Smart brands know that having a social strategy is key before engaging with their customers on social channels. They also know that 80% of the time they don’t control their brand — their customers do.
As a business owner or marketer you can control your brand to a point, but for the most part you are not in control of your brand, your customers are and social media has made it so. How? Because brands now know that in order to be relevant they need to be social. They’ve figured out how to measure the quantifiable metrics, but are in a fog about how to measure the soft metrics like sentiment, and what all of the likes, retweets, and various social interactions really mean to their bottom line.
Einstein Photo credit: American Photo Archive
Today, smart brands know they need to respond to trends, they need to build trust with their customers, and they need to provide value to their fans/followers. The investment in social media by companies has grown exponentially year over year. According to eMarketer, in a study from AdAge and Citigroup they found that 72.9% of respondents said they expected their overall social media budget to increase over the next year. And with this investment comes the need to be able to measure all of this social media effort.

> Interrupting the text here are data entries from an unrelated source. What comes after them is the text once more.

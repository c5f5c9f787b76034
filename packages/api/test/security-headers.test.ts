import { mkdtempSync, rmSync, writeFileSync } from 'node:fs';
import { tmpdir } from 'node:os';
import path from 'node:path';
import { afterAll, afterEach, describe, expect, it } from 'vitest';
import { DEMO, signedIn, startTestApp } from './support/test-app.js';

const webDist = mkdtempSync(path.join(tmpdir(), 'workback-web-'));
writeFileSync(path.join(webDist, 'index.html'), '<!doctype html><title>Workback</title>');
afterAll(() => rmSync(webDist, { recursive: true, force: true }));

/** The policy for every request over plain http (a home-network name or address). */
const STRICT_CSP = {
  'default-src': "'self'",
  'script-src': "'self'",
  'script-src-attr': "'none'",
  'style-src': "'self'",
  'img-src': "'self' data: blob:",
  'font-src': "'self'",
  'connect-src': "'self'",
  'object-src': "'none'",
  'base-uri': "'none'",
  'form-action': "'self'",
  'frame-ancestors': "'none'",
};
/** Over https the browser is also told to fetch nothing over plain http. */
const HTTPS_CSP = { ...STRICT_CSP, 'upgrade-insecure-requests': '' };

function csp(header: unknown): Record<string, string> {
  return Object.fromEntries(
    String(header)
      .split(';')
      .map((d) => d.trim().split(/\s+/))
      .map(([name, ...values]) => [name!, values.join(' ')]),
  );
}

function pick(headers: Record<string, unknown>, names: string[]) {
  return Object.fromEntries(
    names.map((n) => [n, n === 'content-security-policy' ? csp(headers[n]) : headers[n]]),
  );
}

const SECURITY = [
  'content-security-policy',
  'x-content-type-options',
  'referrer-policy',
  'x-frame-options',
  'cross-origin-opener-policy',
  'strict-transport-security',
  'x-powered-by',
];

// startTestApp writes its settings into process.env; keep one test's from reaching the next.
afterEach(() => {
  for (const name of ['NODE_ENV', 'TRUST_PROXY', 'PUBLIC_URL', 'LOG_LEVEL'])
    delete process.env[name];
});

describe('security headers', () => {
  it('serves the web app and API JSON with a strict CSP, nosniff and no caching of personal data', async () => {
    const t = await startTestApp({ WEB_DIST: webDist });
    try {
      const page = await t.http().get('/students').set('Accept', 'text/html').expect(200);
      expect(page.text).toContain('<title>Workback</title>');
      // Plain http, as from a phone on the home Wi-Fi: no https-only headers, which would leave
      // the page blank (upgrade-insecure-requests) or draw console errors (the opener policy).
      expect(pick(page.headers, SECURITY)).toEqual({
        'content-security-policy': STRICT_CSP,
        'x-content-type-options': 'nosniff',
        'referrer-policy': 'no-referrer',
        'x-frame-options': 'DENY',
        'cross-origin-opener-policy': undefined,
        'strict-transport-security': undefined,
        'x-powered-by': undefined,
      });

      const owner = await signedIn(t, DEMO.owner);
      const api = await owner.get('/api/students').expect(200);
      expect(api.headers['content-type']).toMatch(/^application\/json/);
      expect(api.headers['cache-control']).toBe('no-store');
      expect(csp(api.headers['content-security-policy'])).toEqual(STRICT_CSP);
      expect(api.headers['x-content-type-options']).toBe('nosniff');
      expect(api.headers['x-request-id']).toMatch(/^[0-9a-f-]{36}$/);

      // Only the OpenAPI UI is allowed its inline styles.
      const docs = await t.http().get('/api/docs').expect(200);
      expect(csp(docs.headers['content-security-policy'])).toEqual({
        ...STRICT_CSP,
        'style-src': "'self' 'unsafe-inline'",
      });
    } finally {
      await t.close();
    }
  });

  it('adds HSTS and Secure cookies in production behind a TLS proxy', async () => {
    const t = await startTestApp({
      NODE_ENV: 'production',
      TRUST_PROXY: 'true',
      PUBLIC_URL: 'https://workback.example',
      // Production wants a relay; nothing here sends mail.
      SMTP_URL: 'smtp://127.0.0.1:9',
      LOG_LEVEL: 'silent',
      WEB_DIST: webDist,
    });
    try {
      const res = await t
        .http()
        .get('/api/auth/csrf')
        .set('X-Forwarded-Proto', 'https')
        .expect(200);
      expect(res.headers['strict-transport-security']).toBe('max-age=31536000; includeSubDomains');
      const cookie = (res.headers['set-cookie'] as unknown as string[])[0]!;
      expect(cookie).toMatch(/; Secure/);
      expect(cookie).toMatch(/; HttpOnly/);
      expect(cookie).toMatch(/; SameSite=Lax/);

      const page = await t
        .http()
        .get('/students')
        .set('Accept', 'text/html')
        .set('X-Forwarded-Proto', 'https')
        .expect(200);
      expect(pick(page.headers, SECURITY)).toEqual({
        'content-security-policy': HTTPS_CSP,
        'x-content-type-options': 'nosniff',
        'referrer-policy': 'no-referrer',
        'x-frame-options': 'DENY',
        'cross-origin-opener-policy': 'same-origin',
        'strict-transport-security': 'max-age=31536000; includeSubDomains',
        'x-powered-by': undefined,
      });
      const docs = await t.http().get('/api/docs').set('X-Forwarded-Proto', 'https').expect(200);
      expect(csp(docs.headers['content-security-policy'])).toEqual({
        ...HTTPS_CSP,
        'style-src': "'self' 'unsafe-inline'",
      });
    } finally {
      await t.close();
    }
  });

  it('behind a proxy, sends the https-only headers for requests that came over https only', async () => {
    const t = await startTestApp({ TRUST_PROXY: 'true', WEB_DIST: webDist });
    try {
      const get = (proto: string) =>
        t
          .http()
          .get('/students')
          .set('Accept', 'text/html')
          .set('X-Forwarded-Proto', proto)
          .expect(200);
      const secure = await get('https');
      expect(csp(secure.headers['content-security-policy'])).toEqual(HTTPS_CSP);
      expect(secure.headers['cross-origin-opener-policy']).toBe('same-origin');
      // HSTS pins a name to https for a year: only a production server sends it.
      expect(secure.headers['strict-transport-security']).toBeUndefined();

      const plain = await get('http');
      expect(csp(plain.headers['content-security-policy'])).toEqual(STRICT_CSP);
      expect(plain.headers['cross-origin-opener-policy']).toBeUndefined();
      expect(plain.headers['strict-transport-security']).toBeUndefined();
    } finally {
      await t.close();
    }
  });

  it('ignores X-Forwarded-Proto unless TRUST_PROXY is set', async () => {
    const t = await startTestApp({ TRUST_PROXY: 'false', WEB_DIST: webDist });
    try {
      const page = await t
        .http()
        .get('/students')
        .set('Accept', 'text/html')
        .set('X-Forwarded-Proto', 'https')
        .expect(200);
      expect(csp(page.headers['content-security-policy'])).toEqual(STRICT_CSP);
      expect(page.headers['strict-transport-security']).toBeUndefined();
      expect(page.headers['cross-origin-opener-policy']).toBeUndefined();
    } finally {
      await t.close();
    }
  });

  it('sends the https set on every request when PUBLIC_URL is https', async () => {
    const t = await startTestApp({ PUBLIC_URL: 'https://workback.example', WEB_DIST: webDist });
    try {
      const page = await t.http().get('/students').set('Accept', 'text/html').expect(200);
      expect(pick(page.headers, SECURITY)).toEqual({
        'content-security-policy': HTTPS_CSP,
        'x-content-type-options': 'nosniff',
        'referrer-policy': 'no-referrer',
        'x-frame-options': 'DENY',
        'cross-origin-opener-policy': 'same-origin',
        'strict-transport-security': undefined,
        'x-powered-by': undefined,
      });
    } finally {
      await t.close();
    }
  });
});
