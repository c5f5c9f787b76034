import { existsSync, mkdtempSync, rmSync } from 'node:fs';
import { tmpdir } from 'node:os';
import path from 'node:path';
import { afterAll, describe, expect, it } from 'vitest';
import { type ServerProcess, startServerProcess } from './support/server-process.js';
import { signIn } from './support/sign-in.js';

const dataDir = mkdtempSync(path.join(tmpdir(), 'workback-shutdown-'));
const workerDataDir = mkdtempSync(path.join(tmpdir(), 'workback-shutdown-'));
afterAll(() => {
  for (const dir of [dataDir, workerDataDir]) rmSync(dir, { recursive: true, force: true });
});

/** The server's exit, or SIGKILL after a minute. */
async function exitOf(server: ServerProcess) {
  const exit = await Promise.race([
    server.exited,
    new Promise<'still running'>((r) => setTimeout(() => r('still running'), 60_000)),
  ]);
  if (exit === 'still running') server.child.kill('SIGKILL');
  return exit;
}

/**
 * A demo server with the parent signed in, and requests for patterns that are each their own
 * task for the worker thread (another student or range): the thread starts at the first, so
 * the rest queue for it.
 */
async function serverWithPatternPaths() {
  const server = await startServerProcess({ DATA_DIR: workerDataDir, SEED_DEMO: 'true' });
  const { cookie } = await signIn(server.url, 'parent@workback.test');
  const get = (p: string, signal: AbortSignal = AbortSignal.timeout(30_000)) =>
    fetch(`${server.url}/api${p}`, { headers: { cookie }, signal });
  const students = (await (await get('/students')).json()) as { items: { id: number }[] };
  const patternPaths = students.items.flatMap((s) =>
    ['2026-01-01', '2026-02-01', '2026-03-01'].map(
      (from) => `/patterns?studentId=${s.id}&from=${from}`,
    ),
  );
  return { server, get, patternPaths };
}

describe('graceful shutdown', () => {
  it('finishes in-flight requests on SIGTERM, closes the databases and exits 0', async () => {
    const server = await startServerProcess({ DATA_DIR: dataDir, SEED_DEMO: 'true' });
    expect(existsSync(path.join(dataDir, 'workback.sqlite-wal'))).toBe(true);
    // Bounded: a request that connects after the port closed can meet another test's server
    // that took the same port number (an SMTP one never answers HTTP).
    const inFlight = Array.from({ length: 20 }, () =>
      fetch(`${server.url}/api/health`, { signal: AbortSignal.timeout(30_000) }).then(
        (r) => r.status,
      ),
    );
    await new Promise((r) => setTimeout(r, 5));
    server.child.kill('SIGTERM');
    const statuses = await Promise.allSettled(inFlight);
    const exit = await exitOf(server);
    expect(exit, server.output()).toEqual({ code: 0, signal: null });
    // Every request either completed with 200 or was never accepted; none was cut off mid-way.
    for (const s of statuses) if (s.status === 'fulfilled') expect(s.value).toBe(200);
    expect(statuses.some((s) => s.status === 'fulfilled')).toBe(true);
    // The last connection to close checkpoints and removes the WAL: the databases were closed.
    expect(existsSync(path.join(dataDir, 'workback.sqlite-wal'))).toBe(false);
    expect(existsSync(path.join(dataDir, 'sessions.sqlite-wal'))).toBe(false);
    // Starting through swc-node compiles src on the fly: slow on a loaded 2-core machine.
  }, 180_000);

  it('lets PDFs and patterns waiting for the worker thread finish on SIGTERM', async () => {
    const { server, get, patternPaths } = await serverWithPatternPaths();
    const plans = (await (await get('/review-plans')).json()) as { items: { id: number }[] };
    expect(plans.items.length).toBeGreaterThan(0);
    // Each plan's PDF its own task too: at SIGTERM most are still queued for the thread.
    const paths = [...patternPaths, ...plans.items.map((p) => `/review-plans/${p.id}/export.pdf`)];
    const inFlight = paths.map((p) => get(p).then((r) => r.status));
    await new Promise((r) => setTimeout(r, 50));
    server.child.kill('SIGTERM');
    const statuses = await Promise.allSettled(inFlight);
    expect(await exitOf(server), server.output()).toEqual({ code: 0, signal: null });
    expect(statuses.map((s) => (s.status === 'fulfilled' ? s.value : 'not answered'))).toEqual(
      paths.map(() => 200),
    );
  }, 180_000);

  it('exits 0 on SIGTERM when the clients waiting on the worker thread have gone', async () => {
    const { server, get, patternPaths } = await serverWithPatternPaths();
    const gone = new AbortController();
    const requests = patternPaths.map((p) => get(p, gone.signal).catch(() => 'gone'));
    await new Promise((r) => setTimeout(r, 50));
    gone.abort();
    await Promise.all(requests);
    server.child.kill('SIGTERM');
    expect(await exitOf(server), server.output()).toEqual({ code: 0, signal: null });
  }, 180_000);
});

You can certainly measure the overall number of retweets or likes or fans and followers. These are hard metrics. But can you link that back to how those metrics affect your bottom line? or better yet, how they affect your overall brand affinity? Are you measuring the sentiment of brand mentions, retweets, comments and shares, and getting in front of it if is negative? Nurturing it if it positive? Are your tweets motivating your audience to take a specific action? Can you measure that action and tie it to revenue or a referral sale? All of these questions take into consideration soft metrics that no one is bothering to measure.
Examples of affinity:
In 2006 Taco Bell created the Fourth Meal targeting late night eaters (and indirectly, stoners). Taco Bell found that late night tweeting led to late night eating. They tweet well into the night to attract late night munchers.
Bloomingdales – recently engaged with their customers by empathizing that they might be taking it easy after a long hard week and staying in. So they asked in a tweet on a Friday night, “Who is staying in tonight? Wanna treat your home? Our July Home Sale is ending on Sun 7/22! Save 20-40%.” They also do weekly giveaways – knowing that their customers want free stuff.
Examples of where 140 went wrong:
McDonalds – the freshest disaster in our minds was when McDonald’s earlier this year tried to make a hashtag go viral called #McDstories. They wanted consumers to share their positive experiences with McDonald’s healthy ingredients and instead had customers use it to voice their complaints. Yikes!
Toyota – during the 2012 Superbowl decided to create several (six or so) Twitter accounts promoting their Camry Effect campaign where they were giving away a car to people who were tweeting about the football game. It didn’t have anything to do with the SuperBowl. Later they issued an apology and realized that spamming their potential customers was not the best way to engage them.
Are you missing that one ingredient?
Measuring soft metrics such as sentiment and being able to tie that directly to sales or referrals is what you need to add to your success metrics. Just because you have 100,000 fans on Facebook and 5,000 of them are “talking about you” doesn’t mean squat if they are all talking negatively about your brand. You need to be listening and monitoring at all times. You need to nurture those fans and followers because brand affinity comes out of relationship building, not out of a contest or coupon giveaway. Remember, it’s not about the overall number, it’s about the quality and sentiment of those who make that number up.